Spearman correlation
: A non-parametric measure of correlation that assesses the relationship between two variables using ranked data rather than raw scores. It is appropriate when data are ordinal or when the relationship is monotonic but not necessarily linear.
Dichotomous variable or binomial variable:
A variable that has only two possible values or categories, such as male/female, yes/no, or pass/fail. These variables are often coded numerically (0 and 1) for statistical analysi
Phi-coefficient
: A correlation coefficient used when both variables are dichotomous. It measures the association between two binary variables and ranges from –1 to +1.
Point-biserial correlation
: A correlation coefficient used when one variable is continuous and the other is dichotomous (having only two categories). It is mathematically equivalent to the Pearson correlation when the dichotomous variable is coded as 0 and 1.
Linear equation
: A mathematical equation that describes a straight line, typically written as Y = bX + a, where b is the slope and a is the Y-intercept. This equation allows prediction of Y values from corresponding X values.
Slope
: The steepness of a line, represented by b in the regression equation. It indicates how much Y changes for each one-unit increase in X. A positive slope means Y increases as X increases; a negative slope means Y decreases as X increases.
Y-intercept
: The point where the regression line crosses the Y-axis, represented by a in the regression equation. It indicates the predicted value of Y when X equals zero.
Regression
: A statistical technique used to describe and predict the relationship between variables. It finds the best-fitting line through a set of data points, allowing prediction of one variable based on another.
Regression line
: The straight line that best fits the data points in a scatter plot. It represents the predicted relationship between X and Y and is positioned to minimize prediction errors.
Regression equation for Y
: The equation used to predict Y values from X values: Ŷ = bX + a, where Ŷ is the predicted Y value, b is the slope (SP/SSX), and a is the Y-intercept (MY – bMX)
Analysis of regression
: A statistical procedure that evaluates the significance of a regression equation by comparing predicted variability to unpredicted variability. It uses an F-ratio to test whether the regression equation accounts for a significant portion of the variance in the dependent variable, determining if the relationship between X and Y is statistically meaningful.

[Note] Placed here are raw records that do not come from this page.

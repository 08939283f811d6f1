import { json } from '@sveltejs/kit';
import { apiRoute } from '$lib/server/api';
import { getDb } from '$lib/server/db';
import { searchBoards } from '$lib/server/ingest';

export const GET = apiRoute(({ url }) => {
	const importId = Number(url.searchParams.get('import'));
	const limit = Number(url.searchParams.get('limit'));
	const boards = searchBoards(getDb(), {
		serial: url.searchParams.get('serial'),
		prefix: url.searchParams.get('prefix') === '1' || url.searchParams.get('prefix') === 'true',
		importId: Number.isSafeInteger(importId) && importId > 0 ? importId : null,
		limit: Number.isSafeInteger(limit) && limit > 0 ? limit : 100
	});
	return json({ boards });
});
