/**
 * The site's tile thresholds from the environment (FLOOR_* variables), read once. The parsing is
 * the pure `$lib/floor/floor-settings`.
 */
import { floorSettingsFrom } from '$lib/floor/floor-settings';
import type { FloorSettings } from '$lib/floor/tile';

let cached: FloorSettings | null = null;

/**
 * What is due and when, as this site sets it (FLOOR_DEFAULTS for anything not set).
 * @throws Error naming the variable when a value is malformed (start-up stops with it).
 */
export function siteFloorSettings(env: NodeJS.ProcessEnv = process.env): FloorSettings {
	if (env === process.env && cached) return cached;
	const result = floorSettingsFrom(env);
	if (!result.ok) throw new Error(result.message);
	if (env === process.env) cached = result.value;
	return result.value;
}
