import type { Actor } from '$lib/access';
import type { Db } from '../db';
import { verifyApiToken } from '../tokens';

/**
 * Wall screens open `/wall?token=…` with an API token of role viewer: a display cannot sign in
 * and an EventSource cannot send an Authorization header, so on these read-only paths (the wall
 * page, the overview JSON and the stream) the token may come in the query. Only viewer tokens are
 * taken there (a token in a URL ends up in histories and logs; it must not be able to change
 * anything); every other path still wants the Authorization header.
 */
export const DISPLAY_TOKEN_PATHS: ReadonlySet<string> = new Set([
	'/wall',
	'/api/lines/overview',
	'/api/lines/stream'
]);

export type DisplayIdentity = { actor: Actor } | { error: string } | null;

/**
 * The actor of a display token on a display path, an error (unknown, revoked or not a viewer
 * token), or null when the request carries no display token.
 * @example displayIdentity(db, '/wall', new URLSearchParams('token=rb_…'))
 */
export function displayIdentity(db: Db, path: string, query: URLSearchParams): DisplayIdentity {
	if (!DISPLAY_TOKEN_PATHS.has(path)) return null;
	const token = query.get('token');
	if (token === null) return null;
	const check = verifyApiToken(db, token.trim());
	if (!check.ok)
		return {
			error: `The display token is ${check.reason === 'unknown' ? 'not known' : check.reason}.`
		};
	if (check.actor.role !== 'viewer') {
		return { error: 'A display token must be an API token of role viewer (read-only).' };
	}
	return { actor: check.actor };
}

Least-squared-error solution
: The mathematical method used to find the regression line by minimizing the sum of the squared differences (residuals) between the actual Y values and the predicted Y values. This ensures the best possible fit to the data.
Standard error of estimate:
A measure of the average distance between the actual Y values and the predicted Y values (Ŷ) from the regression line. It quantifies the typical size of prediction errors and is calculated as the square root of the mean squared residual
Predicted variability
: The portion of the total variability in Y that is explained by the regression equation, also called SSregression. It represents how much of the variance in Y can be accounted for by its relationship with X.
Unpredicted variability
: The portion of the total variability in Y that is not explained by the regression equation, also called SSresidual. It represents the variance in Y that remains after accounting for the relationship with X, reflecting prediction errors.
Standardized form of the regression equation
: The regression equation expressed using z-scores rather than raw scores: ẑY = β(zX). In simple regression, the standardized coefficient β equals the Pearson correlation coefficient r.